Dataset records:
------------------------

"""JSON Pointer (RFC 6901): one value inside a parsed JSON document, found by a path like ``/data/0/v``.

The pointer is parsed once (:class:`JsonPointer`); evaluating it is a walk of a few dict and list
look-ups. RFC 6901 rules: ``""`` is the whole document; each ``/`` starts a reference token, in
which ``~1`` stands for ``/`` and ``~0`` for ``~`` (``~1`` is undone first, so ``~01`` is ``~1``);
in an array a token names an index written as ``0`` or digits without a leading zero, and ``-``
(the element after the last) never exists. A pointer that leads nowhere gives :data:`MISSING`.
"""

from __future__ import annotations

from typing import Final

__all__ = ["MISSING", "JsonPointer"]


class _Missing:
    __slots__ = ()

    def __repr__(self) -> str:
        return "MISSING"


MISSING: Final = _Missing()
"""What :meth:`JsonPointer.resolve` gives when the document has nothing at the pointer."""


def _array_index(token: str) -> int | None:
    """The array index a token names, or None (RFC 6901 section 4: ``0`` or no leading zero, ASCII digits)."""
    if token.isascii() and token.isdigit() and (token == "0" or token[0] != "0"):
        return int(token)
    return None


class JsonPointer:
    """A parsed RFC 6901 pointer.

    Parameters
    ----------
    text : str
        ``""`` or ``/token/token/...``.

    Raises
    ------
    ValueError
        Not a JSON Pointer: text that does not start with ``/``, or ``~`` not followed by ``0`` or ``1``.
    """

    __slots__ = ("_steps", "text")

    def __init__(self, text: str) -> None:
        if text and not text.startswith("/"):
            raise ValueError(f"a JSON Pointer is '' or starts with '/', got {text[:40]!r}")
        steps: list[tuple[str, int | None]] = []
        for raw in text.split("/")[1:]:
            if raw.replace("~0", "").replace("~1", "").count("~"):
                raise ValueError(f"'~' must be followed by 0 or 1 in a JSON Pointer, got {text[:40]!r}")
            token = raw.replace("~1", "/").replace("~0", "~")
            steps.append((token, _array_index(token)))
        self.text = text
        self._steps = tuple(steps)

    @property
    def tokens(self) -> tuple[str, ...]:
        """The reference tokens, unescaped."""
        return tuple(token for token, _ in self._steps)

    def resolve(self, document: object) -> object:
        """The value at the pointer, or :data:`MISSING` when the document has none there.

        ``document`` is what a JSON parser gives (dicts, lists, str, numbers, bools, None);
        a JSON ``null`` at the pointer comes back as None.
        """
        node = document
        for token, index in self._steps:
            if type(node) is dict:
                if token not in node:
                    return MISSING
                node = node[token]
            elif type(node) is list:
                if index is None or index >= len(node):
                    return MISSING
                node = node[index]
            else:
                return MISSING
        return node

    def __repr__(self) -> str:
        return f"JsonPointer({self.text!r})"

------------------------

How to complete this task:
As the answer, set down only the lines from the data above between the one holding "return tuple(token for" and the one holding "if index is", inclusive, exactly as they read.

Written response:
        return tuple(token for token, _ in self._steps)

    def resolve(self, document: object) -> object:
        """The value at the pointer, or :data:`MISSING` when the document has none there.

        ``document`` is what a JSON parser gives (dicts, lists, str, numbers, bools, None);
        a JSON ``null`` at the pointer comes back as None.
        """
        node = document
        for token, index in self._steps:
            if type(node) is dict:
                if token not in node:
                    return MISSING
                node = node[token]
            elif type(node) is list:
                if index is None or index >= len(node):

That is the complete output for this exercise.